BME admissions in Cambridge: A statistical picture

When it was revealed that in the 2015 admissions cycle, six Cambridge colleges failed to admit a single black British A-Level student, I was disheartened, but not necessarily surprised. As a university with a history of elitism, and very strong ties to the ‘establishment’, it is not hard to see that there are a number of factors standing in the way of Cambridge being as diverse and welcoming environment as it could be. These range from implicit bias, to a very white-male-centric curriculum, to an image problem that may deter BME students from applying.

However, this was just one snapshot from one year’s application cycle. On its own, it could hardly be sufficient in painting a picture of the trends in Cambridge’s admission of students belonging to ethnic minorities.

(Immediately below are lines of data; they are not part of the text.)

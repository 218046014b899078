/**
 * A small JSON Schema (2020-12 subset) checker with no dependencies, so that the
 * scorer can validate artifacts in any browser and the trainer can validate the
 * dataset schema and configuration with the very same code.
 *
 * Supported keywords: type, enum, const, properties, required,
 * additionalProperties, items, minItems, maxItems, uniqueItems, minLength,
 * maxLength, pattern, minimum, maximum, exclusiveMinimum, exclusiveMaximum,
 * anyOf, oneOf, $ref (local "#/$defs/..." only). Unknown keywords are ignored,
 * as the standard says; the test suite checks this subset against ajv on every
 * schema file in `schemas/`. With `exactIntegers`, "integer" means a safe
 * integer (|v| <= 2^53 - 1): a count, size or seed must be exact, and JSON.parse
 * silently rounds 9007199254740993 to ...992 (the standard, and ajv, take 1e300
 * for an integer).
 *
 * @example
 * const issues = checkJsonSchema({ type: "integer", minimum: 1 }, 0);
 * // [{ path: "", code: "minimum", message: "expected a number >= 1, found 0" }]
 */
export interface SchemaIssue {
  /** JSON Pointer-like path of the offending value, e.g. "/columns/3/role". */
  readonly path: string;
  /** The keyword that failed. */
  readonly code: string;
  readonly message: string;
}

export type JsonSchema = { readonly [keyword: string]: unknown } | boolean;

const MAX_DEPTH = 200;
const MAX_ISSUES = 50;

/** How to check; every field is optional. */
export interface SchemaCheckOptions {
  /** Refuse integers beyond +-(2^53 - 1), which a double cannot hold exactly. Default false (the standard's reading). */
  readonly exactIntegers?: boolean;
}

/** The document's root schema (for $ref) and the options, passed down the walk. */
interface Walk {
  readonly schema: JsonSchema;
  readonly exactIntegers: boolean;
}

/** Checks `value` against `schema`; returns every problem found (at most 50), empty when valid. */
export function checkJsonSchema(
  schema: JsonSchema,
  value: unknown,
  options: SchemaCheckOptions = {},
): SchemaIssue[] {
  const issues: SchemaIssue[] = [];
  visit(schema, value, "", { schema, exactIntegers: options.exactIntegers === true }, issues, 0);
  return issues;
}

function visit(
  schema: JsonSchema,
  value: unknown,
  path: string,
  root: Walk,
  issues: SchemaIssue[],
  depth: number,
): void {
  if (issues.length >= MAX_ISSUES) return;
  if (depth > MAX_DEPTH) {
    issues.push({ path, code: "depth", message: `nesting deeper than ${MAX_DEPTH} levels` });
    return;
  }
  if (schema === true) return;
  if (schema === false) {
    issues.push({ path, code: "false", message: "no value is allowed here" });
    return;
  }
  const s = schema;
  const ref = own(s, "$ref");
  if (typeof ref === "string") {
    visit(resolveRef(root.schema, ref), value, path, root, issues, depth + 1);
  }
  const type = own(s, "type");
  if (type !== undefined && !matchesType(type, value, root.exactIntegers)) {
    const expected = Array.isArray(type) ? type.join(" or ") : String(type);
    const inexact =
      root.exactIntegers && Number.isInteger(value) && !Number.isSafeInteger(value)
        ? " (too large to be exact: integers must be within +-(2^53 - 1))"
        : "";
    issues.push({
      path,
      code: "type",
      message: `expected ${expected}, found ${describe(value)}${inexact}`,
    });
    return;
  }
  const enumValues = own(s, "enum");
  if (Array.isArray(enumValues) && !enumValues.some((e) => jsonEqual(e, value))) {
    const list = enumValues.map((e) => JSON.stringify(e)).join(", ");
    issues.push({
      path,
      code: "enum",
      message: `expected one of ${list}, found ${describe(value)}`,
    });
  }
  const constValue = own(s, "const");
  if (constValue !== undefined && !jsonEqual(constValue, value)) {
    issues.push({
      path,
      code: "const",
      message: `expected ${JSON.stringify(constValue)}, found ${describe(value)}`,
    });
  }
  if (typeof value === "number") checkNumber(s, value, path, issues);
  if (typeof value === "string") checkString(s, value, path, issues);
  if (Array.isArray(value)) checkArray(s, value, path, root, issues, depth);
  else if (isObject(value)) checkObject(s, value, path, root, issues, depth);
  checkCombinators(s, value, path, root, issues, depth);
}

function checkNumber(
  s: { readonly [k: string]: unknown },
  value: number,
  path: string,
  issues: SchemaIssue[],
): void {
  const min = own(s, "minimum");
  if (typeof min === "number" && !(value >= min)) {
    issues.push({ path, code: "minimum", message: `expected a number >= ${min}, found ${value}` });
  }
  const max = own(s, "maximum");
  if (typeof max === "number" && !(value <= max)) {
    issues.push({ path, code: "maximum", message: `expected a number <= ${max}, found ${value}` });
  }
  const xmin = own(s, "exclusiveMinimum");
  if (typeof xmin === "number" && !(value > xmin)) {
    issues.push({
      path,
      code: "exclusiveMinimum",
      message: `expected a number > ${xmin}, found ${value}`,
    });
  }
  const xmax = own(s, "exclusiveMaximum");
  if (typeof xmax === "number" && !(value < xmax)) {
    issues.push({
      path,
      code: "exclusiveMaximum",
      message: `expected a number < ${xmax}, found ${value}`,
    });
  }
}

function checkString(
  s: { readonly [k: string]: unknown },
  value: string,
  path: string,
  issues: SchemaIssue[],
): void {
  const minLength = own(s, "minLength");
  const maxLength = own(s, "maxLength");
  if (typeof minLength === "number" || typeof maxLength === "number") {
    const length = codePointLength(value);
    if (typeof minLength === "number" && length < minLength) {
      issues.push({
        path,
        code: "minLength",
        message: `expected at least ${minLength} characters, found ${length}`,
      });
    }
    if (typeof maxLength === "number" && length > maxLength) {
      issues.push({
        path,
        code: "maxLength",
        message: `expected at most ${maxLength} characters, found ${length}`,
      });
    }
  }
  const pattern = own(s, "pattern");
  if (typeof pattern === "string" && !new RegExp(pattern, "u").test(value)) {
    issues.push({
      path,
      code: "pattern",
      message: `expected text matching /${pattern}/, found ${describe(value)}`,
    });
  }
}

function checkArray(
  s: { readonly [k: string]: unknown },
  value: readonly unknown[],
  path: string,
  root: Walk,
  issues: SchemaIssue[],
  depth: number,
): void {
  const minItems = own(s, "minItems");
  if (typeof minItems === "number" && value.length < minItems) {
    issues.push({
      path,
      code: "minItems",
      message: `expected at least ${minItems} items, found ${value.length}`,
    });
  }
  const maxItems = own(s, "maxItems");
  if (typeof maxItems === "number" && value.length > maxItems) {
    issues.push({
      path,
      code: "maxItems",
      message: `expected at most ${maxItems} items, found ${value.length}`,
    });
    return; // do not walk an oversized array item by item
  }
  if (own(s, "uniqueItems") === true) {
    const seen = new Set<string>();
    for (let i = 0; i < value.length; i++) {
      const key = jsonKey(value[i]);
      if (key === null) {
        issues.push({
          path: `${path}/${i}`,
          code: "depth",
          message: `nesting deeper than ${MAX_DEPTH} levels`,
        });
        break;
      }
      if (seen.has(key)) {
        issues.push({
          path: `${path}/${i}`,
          code: "uniqueItems",
          message: `expected unique items, found ${key} twice`,
        });
        break;
      }
      seen.add(key);
    }
  }
  const items = own(s, "items");
  if (items !== undefined && (typeof items === "boolean" || isObject(items))) {
    for (let i = 0; i < value.length && issues.length < MAX_ISSUES; i++) {
      visit(items as JsonSchema, value[i], `${path}/${i}`, root, issues, depth + 1);
    }
  }
}

function checkObject(
  s: { readonly [k: string]: unknown },
  value: { readonly [k: string]: unknown },
  path: string,
  root: Walk,
  issues: SchemaIssue[],
  depth: number,
): void {
  const required = own(s, "required");
  if (Array.isArray(required)) {
    for (const key of required) {
      if (typeof key === "string" && !Object.prototype.hasOwnProperty.call(value, key)) {
        issues.push({
          path: `${path}/${escapePointer(key)}`,
          code: "required",
          message: `required field "${key}" is missing`,
        });
      }
    }
  }
  const properties = own(s, "properties");
  const props = isObject(properties) ? properties : undefined;
  const additional = own(s, "additionalProperties");
  for (const key of Object.keys(value)) {
    const childPath = `${path}/${escapePointer(key)}`;
    const child = value[key];
    const propSchema = props !== undefined ? own(props, key) : undefined;
    if (propSchema !== undefined) {
      visit(propSchema as JsonSchema, child, childPath, root, issues, depth + 1);
    } else if (additional === false) {
      issues.push({
        path: childPath,
        code: "additionalProperties",
        message: `unknown field "${key}"`,
      });
    } else if (isObject(additional)) {
      visit(additional as JsonSchema, child, childPath, root, issues, depth + 1);
    }
    if (issues.length >= MAX_ISSUES) return;
  }
}

function checkCombinators(
  s: { readonly [k: string]: unknown },
  value: unknown,
  path: string,
  root: Walk,
  issues: SchemaIssue[],
  depth: number,
): void {
  const anyOf = own(s, "anyOf");
  const oneOf = own(s, "oneOf");
  for (const [keyword, list] of [
    ["anyOf", anyOf],
    ["oneOf", oneOf],
  ] as const) {
    if (!Array.isArray(list)) continue;
    let passing = 0;
    let firstFailure: SchemaIssue[] = [];
    for (const option of list) {
      const sub: SchemaIssue[] = [];
      visit(option as JsonSchema, value, path, root, sub, depth + 1);
      if (sub.length === 0) passing++;
      else if (firstFailure.length === 0) firstFailure = sub;
    }
    if (passing === 0) {
      const detail =
        firstFailure[0] !== undefined ? ` (first option: ${firstFailure[0].message})` : "";
      issues.push({ path, code: keyword, message: `matches none of the allowed forms${detail}` });
    } else if (keyword === "oneOf" && passing > 1) {
      issues.push({
        path,
        code: keyword,
        message: `matches ${passing} forms where exactly one is allowed`,
      });
    }
  }
}

function resolveRef(root: JsonSchema, ref: string): JsonSchema {
  if (ref === "#") return root;
  if (!ref.startsWith("#/"))
    throw new Error(`json-schema: only local $ref is supported, found "${ref}"`);
  let node: unknown = root;
  for (const part of ref.slice(2).split("/")) {
    const key = part.replace(/~1/g, "/").replace(/~0/g, "~");
    node = isObject(node) ? own(node, key) : undefined;
  }
  if (node === undefined) throw new Error(`json-schema: $ref "${ref}" points nowhere`);
  return node as JsonSchema;
}

function matchesType(type: unknown, value: unknown, exactIntegers: boolean): boolean {
  if (Array.isArray(type)) return type.some((t) => matchesType(t, value, exactIntegers));
  switch (type) {
    case "null":
      return value === null;
    case "boolean":
      return typeof value === "boolean";
    case "string":
      return typeof value === "string";
    case "number":
      return typeof value === "number" && Number.isFinite(value);
    case "integer":
      return (
        typeof value === "number" &&
        (exactIntegers ? Number.isSafeInteger(value) : Number.isInteger(value))
      );
    case "array":
      return Array.isArray(value);
    case "object":
      return isObject(value);
    default:
      return false;
  }
}

function isObject(value: unknown): value is { readonly [k: string]: unknown } {
  return typeof value === "object" && value !== null && !Array.isArray(value);
}

/** Reads an own property only, so keys such as "__proto__" or "constructor" never reach the prototype. */
function own(object: { readonly [k: string]: unknown }, key: string): unknown {
  return Object.prototype.hasOwnProperty.call(object, key) ? object[key] : undefined;
}

function jsonEqual(a: unknown, b: unknown): boolean {
  if (a === b) return true;
  if (typeof a !== "object" || typeof b !== "object" || a === null || b === null) return false;
  const key = jsonKey(b);
  return key !== null && jsonKey(a) === key;
}

/**
 * JSON text of a parsed value, or null when it nests deeper than MAX_DEPTH:
 * JSON.stringify recurses and throws RangeError on a hostile 100,000-level value.
 */
function jsonKey(value: unknown): string | null {
  return nestedDeeper(value, MAX_DEPTH) ? null : JSON.stringify(value);
}

function nestedDeeper(value: unknown, levels: number): boolean {
  if (typeof value !== "object" || value === null) return false;
  if (levels === 0) return true;
  const children = Array.isArray(value) ? value : Object.values(value);
  for (const child of children) if (nestedDeeper(child, levels - 1)) return true;
  return false;
}

function codePointLength(text: string): number {
  let n = 0;
  for (let i = 0; i < text.length; i++) {
    const c = text.charCodeAt(i);
    if (c < 0xd800 || c > 0xdbff) n++;
  }
  return n;
}

function escapePointer(key: string): string {
  return key.replace(/~/g, "~0").replace(/\//g, "~1");
}

function describe(value: unknown): string {
  if (value === null) return "null";
  if (Array.isArray(value)) return `an array of ${value.length}`;
  if (typeof value === "object") return "an object";
  if (typeof value === "string") {
    const shown = value.length > 40 ? `${value.slice(0, 40)}...` : value;
    return JSON.stringify(shown);
  }
  if (typeof value === "number" && !Number.isFinite(value)) return String(value);
  return `${typeof value} ${String(value)}`;
}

Therefore, I looked at Cambridge’s undergraduate admissions data from 2006 to 2016, and compared this with data from UCAS, to compare our admissions with those of the country as a whole. Though these statistics were not fully comprehensive (as this data was only compiled for UK-domiciled applicants), it was sufficient to give us a good impression of the situation. My findings were, sadly, much as expected.

Since 2006, the percentage of students accepted into Cambridge who belong to a minority ethnic group has risen by nearly 7.6%, from 14.2% to 21.8% in 2016. It is beyond doubt that this increase reflects a positive trend in terms of diversity in Cambridge – that is, until we compare it to national data. In 2006, the national average was 19.4%, which is just 2.4% below what the rate for Cambridge was last year. In 2016, the national average stood at just over 26%. While the national average grew at a slower rate, it is still a few solid percentage points above us, indicating that we still have a lot of catching up to do. In fact, at the average rate of growth over the past 10 years, it would take us over four decades to achieve parity with the country as a whole.

However, it may not be necessary to be so pessimistic. After all, it is only in recent years that these issues have really begun to be taken seriously by the academic body in Cambridge. Furthermore, the incredible work of students to diversify the discourse in Cambridge – in terms not only of ethnicity, but also gender, sexuality, disability and nationality – has to be acknowledged. Though this institution may at times seem archaic, the strides that are being made in everything from sexual misconduct policy to decolonising the English curriculum reveal a strong appetite for change amongst the student body. The statistics only tell us that the battle for equality and diversity in Cambridge is yet to be won.